--- Material shown Enclosed Below ---

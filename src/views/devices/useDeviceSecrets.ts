import { useQuery, useQueryClient } from '@tanstack/vue-query'
import { ref, shallowRef } from 'vue'
import { call } from '@/api/client.ts'
import { useForm } from '@/composables/useForm.ts'
import { useProblemWords } from '@/composables/useProblemWords.ts'
import { deviceEndpoints, secretOverlapHours, type NewDeviceSecret } from '@/shared/contract/device.ts'

/** While the list is looked at, in ms: the device may come with its new secret at any time. */
const everyMs = 5_000

/** A device's secrets: which are good, the making of a new one in steps, and the end of an old one. */
export function useDeviceSecrets(deviceId: number) {
  const problemWords = useProblemWords()
  const queries = useQueryClient()
  const queryKey = ['device-secrets', deviceId]
  const step = ref<'list' | 'choose' | 'made'>('list')
  const made = shallowRef<NewDeviceSecret | null>(null)
  const ending = ref(false)
  const failure = ref<string | null>(null)

  const list = useQuery({
    queryKey,
    queryFn: () => call(deviceEndpoints.secrets, { params: { deviceId } }),
    refetchInterval: everyMs,
  })
  const form = useForm({
    initial: (): { overlapHours: number } => ({ overlapHours: secretOverlapHours.usual }),
    toInput: (values) => values,
    schema: deviceEndpoints.renewSecret.body,
    submit: async (body) => {
      made.value = await call(deviceEndpoints.renewSecret, { params: { deviceId }, body })
      step.value = 'made'
      await queries.invalidateQueries({ queryKey })
    },
  })

  async function end(secretId: number): Promise<void> {
    ending.value = true
    failure.value = null
    try {
      await call(deviceEndpoints.endSecret, { params: { deviceId, secretId } })
    } catch (error) {
      failure.value = problemWords(error)
    }
    ending.value = false
    await queries.invalidateQueries({ queryKey })
  }

  return { list, form, made, step, ending, failure, end }
}
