import type { Knex } from 'knex'
import { z } from 'zod'
import { ensurePartitions } from '../../../server/db/partitions.ts'
import { makeHouse, makePiece, type House } from '../../harness/house.ts'

const minuteMs = 60_000
const weekMs = 7 * 24 * 60 * minuteMs
export const nightMs = 14 * 60 * minuteMs
const boxes = 25
const channelsPerBox = 8
/** Each probe sends once a minute: so the minutes, which charts read, are as many as the readings. */
const readingsANight = nightMs / minuteMs
const pits = 10
/** Pieces to look at, spread over all nights. */
const finishedPieces = 40
const openPieces = 24

export interface History {
  house: House
  /** Of 200 probes. The first ones hang in pits; the very first never stops. */
  channelIds: number[]
  /** Numbers of pieces that cooked for fourteen hours. */
  pieceIds: number[]
  rows: number
  nights: number
  /** When the newest reading was, ms since 1970 UTC. */
  endMs: number
}

/**
 * Fills a migrated database with about so many readings, roll-ups included, week by week in the order of time, as they
 * would have come: one night a week of fourteen hours and 200 probes, and a pit that never goes out.
 */
export async function fillHistory(db: Knex, rows: number, endMs: number): Promise<History> {
  const house = await makeHouse(db)
  const channelIds = await makeChannels(db, house)
  const nights = Math.max(1, Math.round(rows / (channelIds.length * readingsANight)))
  const nightStarts = Array.from(
    { length: nights },
    (_, index) => endMs - nightMs - (nights - 1 - index) * weekMs,
  )
  await ensurePartitions(db, (nightStarts[0] ?? endMs) - weekMs, endMs)
  for (const startMs of nightStarts) await fillWeek(db, channelIds, startMs)
  const cookerIds = await makePits(db, house, channelIds)
  const pieceIds: number[] = []
  for (let index = 0; index < finishedPieces; index++) {
    const startMs = nightStarts[Math.floor((index * nights) / finishedPieces)] ?? endMs
    const place = { channelId: channelIds[pits + index], cookerId: cookerIds[index % cookerIds.length] }
    pieceIds.push(await addPiece(db, house, { ...place, startMs, isDone: true }))
  }
  const tonight = nightStarts.at(-1) ?? endMs
  for (let index = 0; index < openPieces; index++) {
    const place = {
      channelId: channelIds[pits + finishedPieces + index],
      cookerId: cookerIds[index % cookerIds.length],
    }
    await addPiece(db, house, { ...place, startMs: tonight, isDone: false })
  }
  // As the roll-up and autovacuum leave a database that has been running.
  await db.raw('truncate readings_due')
  for (const table of ['readings', 'readings_1m', 'readings_15m']) await db.raw(`vacuum (analyze) ${table}`)
  await db.raw('analyze')
  const stored = Number((await db('readings').count())[0]?.['count'])
  return { house, channelIds, pieceIds, rows: stored, nights, endMs }
}

/** A week ends with its night. Rising in the meat, level in the pit, with a little unrest. */
async function fillWeek(db: Knex, channelIds: readonly number[], startMs: number): Promise<void> {
  const bindings = {
    first: channelIds[0] ?? 0,
    last: channelIds.at(-1) ?? 0,
    pits,
    week: new Date(startMs + nightMs - weekMs).toISOString(),
    start: new Date(startMs).toISOString(),
    end: new Date(startMs + nightMs).toISOString(),
  }
  await db.raw(
    `insert into readings (channel_id, at, value, received_at)
     select channel_id, at, value, at + interval '80 ms' from (
       select c as channel_id, t + (c % 240) * interval '250 ms' as at,
         case when c < :first::int + :pits::int then 121 else 4 + 90 * (1 - exp(-extract(epoch from t - :start::timestamptz)::float8 / 18000)) end
           + (hashint4(c + extract(epoch from t)::int) % 100) / 100.0 as value
       from generate_series(:start::timestamptz, :end::timestamptz - interval '1 minute', interval '1 minute') as t
       cross join generate_series(:first::int, :last::int) as c
       union all
       select :first::int, t, 121 + (hashint4(extract(epoch from t)::int) % 500) / 100.0
       from generate_series(:week::timestamptz, :start::timestamptz - interval '5 minutes', interval '5 minutes') as t
     ) as r order by at`,
    bindings,
  )
  await db.raw(
    `insert into readings_1m (channel_id, minute, low, high, total, count, last, last_at)
     select channel_id, date_trunc('minute', at, 'UTC') as minute, min(value), max(value), sum(value), count(*),
       (array_agg(value order by at desc))[1], max(at)
     from readings where at >= :week::timestamptz and at < :end::timestamptz group by 1, 2 order by minute, 1`,
    bindings,
  )
  await db.raw(
    `insert into readings_15m (channel_id, quarter, low, high, total, count, last, last_at)
     select channel_id, date_bin('15 minutes', minute, '2000-01-01 00:00:00+00') as quarter, min(low), max(high),
       sum(total), sum(count), (array_agg(last order by minute desc))[1], max(last_at)
     from (
       -- Through the key, channel by channel: the minutes have no other index.
       select m.* from generate_series(:first::int, :last::int) as c
       cross join lateral (
         select * from readings_1m where channel_id = c and minute >= :week::timestamptz and minute < :end::timestamptz
       ) as m
     ) as m
     group by 1, 2 order by quarter, 1`,
    bindings,
  )
}

async function makeChannels(db: Knex, house: House): Promise<number[]> {
  const made: unknown = await db.raw(
    `with boxes as (
       insert into devices (site_id, slug, name, username, created_at)
       select :site, 'box-' || n, 'Box ' || n, 'bench.box-' || n, '2020-01-01Z' from generate_series(1, :boxes::int) as n
       returning id
     ), made as (
       insert into channels (device_id, number) select id, n from boxes, generate_series(1, :each::int) as n
       returning id
     ), hung as (
       insert into sensors (channel_id, kind, during) select id, 'digital', '[2020-01-01Z,)' from made
     )
     select id from made order by id`,
    { site: house.own.id, boxes, each: channelsPerBox },
  )
  return z
    .object({ rows: z.array(z.object({ id: z.int() })) })
    .parse(made)
    .rows.map(({ id }) => id)
}

/** Each of the first probes in a pit of its own. */
async function makePits(db: Knex, house: House, channelIds: readonly number[]): Promise<number[]> {
  const made: unknown = await db.raw(
    `with made as (
       insert into cookers (site_id, name, kind, capacity, position, pit_set_c, band_low_c, band_high_c)
       select :site, 'Pit ' || n, 'offset', 8, 10 + n, 121, 113, 129 from generate_series(1, :pits::int) as n
       returning id
     ), probes as (
       insert into probe_placements (channel_id, role, cooker_id, during)
       select :first::int + row_number() over (order by id) - 1, 'pit', id, '[2020-01-01Z,)' from made
     )
     select id from made order by id`,
    { site: house.own.id, pits, first: channelIds[0] ?? 0 },
  )
  return z
    .object({ rows: z.array(z.object({ id: z.int() })) })
    .parse(made)
    .rows.map(({ id }) => id)
}

async function addPiece(
  db: Knex,
  house: House,
  piece: { channelId: number | undefined; cookerId: number | undefined; startMs: number; isDone: boolean },
): Promise<number> {
  const id = await makePiece(db, house, house.own)
  const on = new Date(piece.startMs)
  const end = piece.isDone ? new Date(piece.startMs + nightMs) : null
  const during = `[${on.toISOString()},${end?.toISOString() ?? ''})`
  await db('pieces')
    .where({ id })
    .update({ on_at: on, done_at: end, stage: piece.isDone ? 'done' : 'cooking' })
  await db('placements').insert({ piece_id: id, cooker_id: piece.cookerId, during })
  await db('probe_placements').insert({ piece_id: id, channel_id: piece.channelId, role: 'meat', during })
  return id
}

--- End of Enclosed Material shown ---

Exercise objective: Every line in the listing that holds the string "extract" should be copied out.

Reply to the task:
         case when c < :first::int + :pits::int then 121 else 4 + 90 * (1 - exp(-extract(epoch from t - :start::timestamptz)::float8 / 18000)) end
           + (hashint4(c + extract(epoch from t)::int) % 100) / 100.0 as value
       select :first::int, t, 121 + (hashint4(extract(epoch from t)::int) % 500) / 100.0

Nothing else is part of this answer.